01:00.0 VGA compatible controller: NVIDIA Corporation GF110 [GeForce GTX 570] (rev a1) (prog-if 00 [VGA controller])
	Subsystem: eVga.com. Corp. Device 1570
	Flags: bus master, fast devsel, latency 0, IRQ 16
	Memory at fd000000 (32-bit, non-prefetchable) [size=16M]
	Memory at f0000000 (64-bit, prefetchable) [size=128M]
	Memory at f8000000 (64-bit, prefetchable) [size=32M]
	I/O ports at cc00 [size=128]
	[virtual] Expansion ROM at fe900000 [disabled] [size=512K]
	Capabilities: [60] Power Management version 3
	Capabilities: [68] MSI: Enable- Count=1/1 Maskable- 64bit+
	Capabilities: [78] Express Endpoint, MSI 00
	Capabilities: [b4] Vendor Specific Information: Len=14 <?>
	Capabilities: [100] Virtual Channel
	Capabilities: [128] Power Budgeting <?>
	Capabilities: [600] Vendor Specific Information: ID=0001 Rev=1 Len=024 <?>
	Kernel driver in use: nvidia

uname -a
Linux 3.5.3-1.fc17.x86_64 #1 SMP Wed Aug 29 18:46:34 UTC 2012 x86_64 x86_64 x86_64 GNU/Linux
Comment 17 Raphael Groner 2013-02-28 11:56:43 UTC
Well, I think I can reproduce. 
But I have a current ArchLinux with Cinnamon and a NV44.

https://bugs.freedesktop.org/show_bug.cgi?id=61463
https://bugs.freedesktop.org/show_bug.cgi?id=61611


Someone else asks on the kernel mailing list.
http://lkml.indiana.edu/hypermail/linux/kernel/1206.1/01611.html
Comment 18 Raphael Groner 2013-02-28 11:57:24 UTC
Upstream bug:
https://bugzilla.redhat.com/show_bug.cgi?id=855568
Comment 19 Ilia Mirkin 2013-08-31 07:16:24 UTC
This is pseudo-similar to bug 53566 which I closed earlier. Do these issues persist, or are they all fixed in recent kernels?
Comment 20 sdlarsen 2013-09-12 06:26:46 UTC
I'm seeing this for the first time on a 3.11 kernel, so I'd say it's still a problem. I haven't seen it on 3.9.* or 3.10.* kernels though.
Comment 21 Giorgio Pretto 2013-10-29 16:27:28 UTC
Same here.
recently switched to a nvidia card (gt630) on kernel 3.11.6
after startx, blank screen with top left cursor, and then wide stair-like black white stripes with noise.

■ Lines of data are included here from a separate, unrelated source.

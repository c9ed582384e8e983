"""Output-torque soft sensor: learn the variator's torque efficiency where torque is logged,
estimate output torque everywhere else.

Few drives carry an output-torque sensor. On those the torque efficiency of the variator
(domain.md 1.2: ``eta_T = T_out / (T_in * i_kin)``) can be measured against the motor shaft
torque of the DC model (domain.md 1.4: ``T_shaft = k_e * (I - I_0)``, k_e from the unit's own
weekly fit in ``motor_fits``). ``TorqueSoftSensor`` fits one smooth, physically shaped model
of ``eta_T`` over ratio and load on the instrumented units, and every other unit's output
torque is then ``t_out_est = eta_T(i, T_shaft) * i * T_shaft``.

Model (linear in its five coefficients, fitted by robust least squares with bounds)::

    T_out = i*T_shaft * (eta0 - c_ln2*ln(i)**2 - c_ln*ln(i)) - drag_in_nm*i - drag_out_nm

- ``eta0``: torque efficiency at ratio 1 and high load (bounded to (0, 1]);
- ``c_ln2 >= 0``: efficiency falls towards both extreme ratios (contact radii far apart,
  more spin; domain.md 2.4-2.5); ``c_ln`` lets the fall be asymmetric (bounded);
- ``drag_in_nm >= 0`` and ``drag_out_nm >= 0``: load-independent drag torque referred to the
  input (bearings, seals, and any error of the assumed no-load current I_0, which shifts
  T_shaft by k_e*dI_0) and to the output. Divided by the ideal output torque i*T_shaft
  they are the light-load fall of the efficiency: ``eta_T = eta0 - c_ln2*ln^2 i - c_ln*ln i
  - drag_in_nm/T_shaft - drag_out_nm/(i*T_shaft)`` (the ``eta0 - c1*ln^2 i - c2/load``
  shape of the issue, with both load references kept).

The ratio is the commanded (kinematic) ratio; slip does not enter eta_T (domain.md 1.2
splits eta = (1 - s) * eta_T).

Uncertainty per window: ``t_out_est_std = sqrt(sigma_abs^2 + (sigma_rel * t_out_est)^2)``,
sized on leave-one-unit-out residuals when two or more instrumented units are fitted (so it
includes unit-to-unit spread of efficiency and motor constants, which is what an
uninstrumented unit suffers), else on the in-sample residuals.
"""
from __future__ import annotations

from dataclasses import dataclass
from typing import Any, Mapping, Sequence

import numpy as np
import polars as pl
from scipy.optimize import least_squares, lsq_linear, nnls

from .errors import ModelError
from .schema import table as _schema_table
from .models._base import MAD_TO_SIGMA, FleetModel

__all__ = [
    "TorqueSoftSensor", "TORQUE_ESTIMATES_COLUMNS", "SOFTSENSOR_VALIDATION_COLUMNS",
    "torque_inputs", "estimate_torque", "validate_leave_one_unit_out", "TorqueEstimates",
    "MIN_T_SHAFT_NM",
]

#: Columns of the lake table ``torque_estimates`` (name, type, unit, help), for schema.py.
TORQUE_ESTIMATES_COLUMNS: tuple[tuple[str, str, str, str], ...] = tuple(
    (c.name, c.type, c.unit, c.help) for c in _schema_table("torque_estimates").columns)

#: Columns of the leave-one-unit-out validation (``TorqueEstimates.validation``).
SOFTSENSOR_VALIDATION_COLUMNS: tuple[tuple[str, str, str, str], ...] = (
    ("unit_id", "VARCHAR", "-", "Held-out instrumented unit, or 'ALL' for the pooled residuals."),
    ("windows", "BIGINT", "-", "Windows of the held-out unit."),
    ("t_out_mean_nm", "DOUBLE", "N*m", "Mean measured output torque."),
    ("rms_nm", "DOUBLE", "N*m", "RMS error of the estimate against the logged torque."),
    ("bias_nm", "DOUBLE", "N*m", "Mean error (estimate - logged)."),
    ("rms_pct", "DOUBLE", "%", "rms_nm as % of t_out_mean_nm."),
    ("bias_pct", "DOUBLE", "%", "bias_nm as % of t_out_mean_nm."),
    ("rms_pct_rated", "DOUBLE", "%", "rms_nm as % of the rated output torque (95th percentile "
     "of logged torque over all instrumented units)."),
)

#: Windows whose motor shaft torque is below this carry (almost) no load: their efficiency
#: is ill-conditioned (0/0), so they are left out of the fit (common practice, no source).
MIN_T_SHAFT_NM = 0.05

_PARAM_NAMES = ("eta0", "c_ln2", "c_ln", "drag_in_nm", "drag_out_nm")


def _features(X: Any) -> tuple[np.ndarray, np.ndarray]:
    """``(ratio, t_shaft_nm)`` from a 2-column array or a frame with those column names."""
    if isinstance(X, pl.DataFrame):
        cols = X.columns
        if "ratio" in cols and "t_shaft_nm" in cols:
            return (X["ratio"].cast(pl.Float64).to_numpy(),
                    X["t_shaft_nm"].cast(pl.Float64).to_numpy())
        X = X.to_numpy()
    elif hasattr(X, "columns") and hasattr(X, "to_numpy"):  # pandas
        if "ratio" in X.columns and "t_shaft_nm" in X.columns:
            return (np.asarray(X["ratio"], float), np.asarray(X["t_shaft_nm"], float))
        X = X.to_numpy()
    a = np.asarray(X, dtype=float)
    if a.ndim != 2 or a.shape[1] != 2:
        raise ModelError(f"TorqueSoftSensor needs two features (ratio, t_shaft_nm); got shape "
                         f"{a.shape}", hint="Pass an (n, 2) array or a frame with columns "
                         "ratio and t_shaft_nm.")
    return a[:, 0], a[:, 1]


def _design(ratio: np.ndarray, t_sh: np.ndarray) -> np.ndarray:
    """Columns multiplying (eta0, c_ln2, c_ln, drag_in_nm, drag_out_nm)."""
    ln = np.log(ratio)
    t_ideal = ratio * t_sh
    return np.column_stack([t_ideal, -t_ideal * ln * ln, -t_ideal * ln, -ratio,
                            -np.ones_like(ratio)])


class TorqueSoftSensor(FleetModel):
    """Torque efficiency eta_T(ratio, load) of the variator, learned where torque is logged.

    Parameters
    ----------
    loss : str
        Robust loss of ``scipy.optimize.least_squares`` ('soft_l1' default, 'huber',
        'linear' for plain least squares).
    f_scale_nm : float or None
        Residual size (N*m) where the robust loss starts to down-weight; None: 2 x the robust
        spread (1.4826*MAD) of a first plain fit.
    asymmetric : bool
        Keep the ``c_ln * ln(i)`` term (efficiency may fall unequally towards the two ends).
    eta_max : float
        Upper bound of eta0 (1.0: no gain).

    Learned attributes: ``coef_`` (dict of the five coefficients), ``sigma_abs_nm_`` and
    ``sigma_rel_`` (uncertainty model), ``sigma_source_`` ('leave_one_unit_out' or
    'in_sample'), ``n_windows_``, ``n_units_``, ``ratio_range_``, ``t_shaft_range_nm_``.

    ``fit(X, y, groups=None)``: X has columns (ratio, t_shaft_nm), y is the logged output
    torque in N*m, groups the unit of each row. Raises ModelError with too few usable rows.
    """

    def __init__(self, loss: str = "soft_l1", f_scale_nm: float | None = None,
                 asymmetric: bool = True, eta_max: float = 1.0):
        self.loss = loss
        self.f_scale_nm = f_scale_nm
        self.asymmetric = asymmetric
        self.eta_max = eta_max

    # ---------------------------------------------------------------- fitting
    def _bounds(self) -> tuple[np.ndarray, np.ndarray]:
        lo = np.array([0.05, 0.0, -0.5, 0.0, 0.0])
        hi = np.array([float(self.eta_max), 1.0, 0.5, np.inf, np.inf])
        if not self.asymmetric:
            lo[2], hi[2] = 0.0, 1e-12
        return lo, hi

    def _solve(self, ratio: np.ndarray, t_sh: np.ndarray, y: np.ndarray) -> np.ndarray:
        A = _design(ratio, t_sh)
        lo, hi = self._bounds()
        first = lsq_linear(A, y, bounds=(lo, hi), method="bvls")
        theta = first.x
        if self.loss == "linear":
            return theta
        resid = y - A @ theta
        scale = self.f_scale_nm
        if scale is None:
            mad = float(np.median(np.abs(resid - np.median(resid))))
            scale = max(2.0 * MAD_TO_SIGMA * mad, 1e-6)
        x0 = np.clip(theta, lo, np.where(np.isfinite(hi), hi, theta + 1.0))
        # keep x0 strictly inside for the trust-region reflective solver
        span = np.where(np.isfinite(hi), hi - lo, 1.0)
        x0 = np.clip(x0, lo + 1e-9 * span, np.where(np.isfinite(hi), hi - 1e-9 * span, np.inf))
        res = least_squares(lambda th: A @ th - y, x0, jac=lambda th: A, bounds=(lo, hi),
                            loss=self.loss, f_scale=float(scale), method="trf")
        return res.x

    @staticmethod
    def _usable(ratio, t_sh, y=None) -> np.ndarray:
        ok = np.isfinite(ratio) & np.isfinite(t_sh) & (ratio > 0) & (t_sh > MIN_T_SHAFT_NM)
        if y is not None:
            ok &= np.isfinite(y)
        return ok

    def fit(self, X: Any, y: Any, groups: Sequence[Any] | None = None) -> "TorqueSoftSensor":
        ratio, t_sh = _features(X)
        y = np.asarray(y, dtype=float).ravel()
        if y.shape[0] != ratio.shape[0]:
            raise ModelError(f"TorqueSoftSensor.fit: {ratio.shape[0]} rows of X but {y.shape[0]} "
                             "of y", hint="Pass one logged torque per row of X.")
        ok = self._usable(ratio, t_sh, y)
        if ok.sum() < 10:
            raise ModelError(
                f"TorqueSoftSensor needs at least 10 loaded windows with logged output torque, "
                f"got {int(ok.sum())}",
                hint="Instrument at least one unit with an output-torque sensor, or run "
                     "`fleetwatch analyze` so that windows and motor_fits exist.")
        r, t, yy = ratio[ok], t_sh[ok], y[ok]
        theta = self._solve(r, t, yy)
        self.coef_ = dict(zip(_PARAM_NAMES, (float(v) for v in theta)))
        self.n_windows_ = int(ok.sum())
        self.ratio_range_ = (float(r.min()), float(r.max()))
        self.t_shaft_range_nm_ = (float(t.min()), float(t.max()))
        g = None if groups is None else np.asarray(groups, dtype=object)[ok]
        self.n_units_ = 1 if g is None else int(len(set(g.tolist())))
        if g is not None and self.n_units_ >= 2:
            pred = np.full(yy.shape, np.nan)
            for u in sorted(set(g.tolist())):
                m = g == u
                if (~m).sum() < 10:
                    continue
                th_u = self._solve(r[~m], t[~m], yy[~m])
                pred[m] = _design(r[m], t[m]) @ th_u
            src = "leave_one_unit_out"
        else:
            pred = _design(r, t) @ theta
            src = "in_sample"
        good = np.isfinite(pred)
        self.sigma_abs_nm_, self.sigma_rel_ = _sigma_model(yy[good] - pred[good], pred[good])
        self.sigma_source_ = src
        return self

    # ---------------------------------------------------------------- use
    @property
    def theta_(self) -> np.ndarray:
        self._check_fitted()
        return np.array([self.coef_[k] for k in _PARAM_NAMES])

    def predict(self, X: Any, return_std: bool = False):
        """Output torque in N*m for rows (ratio, t_shaft_nm); with ``return_std`` also its
        standard deviation. NaN where a feature is missing or the ratio is not positive."""
        self._check_fitted()
        ratio, t_sh = _features(X)
        ok = np.isfinite(ratio) & np.isfinite(t_sh) & (ratio > 0)
        out = np.full(ratio.shape, np.nan)
        out[ok] = _design(ratio[ok], t_sh[ok]) @ self.theta_
        if not return_std:
            return out
        std = np.sqrt(self.sigma_abs_nm_ ** 2 + (self.sigma_rel_ * out) ** 2)
        return out, std

    def eta_t(self, ratio: Any, t_shaft_nm: Any) -> np.ndarray:
        """Torque efficiency eta_T = T_out / (i * T_shaft) (dimensionless)."""
        r = np.asarray(ratio, float)
        t = np.asarray(t_shaft_nm, float)
        r, t = np.broadcast_arrays(r, t)
        pred = self.predict(np.column_stack([r.ravel(), t.ravel()])).reshape(r.shape)
        with np.errstate(divide="ignore", invalid="ignore"):
            return pred / (r * t)

    def shaft_torque_for(self, ratio: Any, t_out_nm: Any) -> np.ndarray:
        """Inverse: the motor shaft torque (N*m) that gives ``t_out_nm`` at ``ratio``.

        Used by the advisor to predict motor current at another ratio for the same duty.
        NaN where the efficiency model is not positive.
        """
        self._check_fitted()
        c = self.coef_
        r = np.asarray(ratio, float)
        t = np.asarray(t_out_nm, float)
        ln = np.log(r)
        eff = c["eta0"] - c["c_ln2"] * ln * ln - c["c_ln"] * ln
        with np.errstate(divide="ignore", invalid="ignore"):
            ts = (t + c["drag_in_nm"] * r + c["drag_out_nm"]) / (r * eff)
        return np.where(eff > 0, ts, np.nan)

after trying git kernel 3.12.0rc7 no stripes, different kind of noise but same result.

i installed the video card today, so I can't tell if it worked before (yet, but i am installing a <3.11 kernel now)

If further information are helpful i will provide them
Comment 22 Giorgio Pretto 2013-10-29 16:38:56 UTC
http://bpaste.net/show/144880/
Xorg.0.log

While this problem persist even with nouveau.noaccel=1, with modesetting everything works fine
Comment 23 Tobias Klausmann 2015-01-16 23:31:00 UTC
Can you still reproduce this with a newer kernel?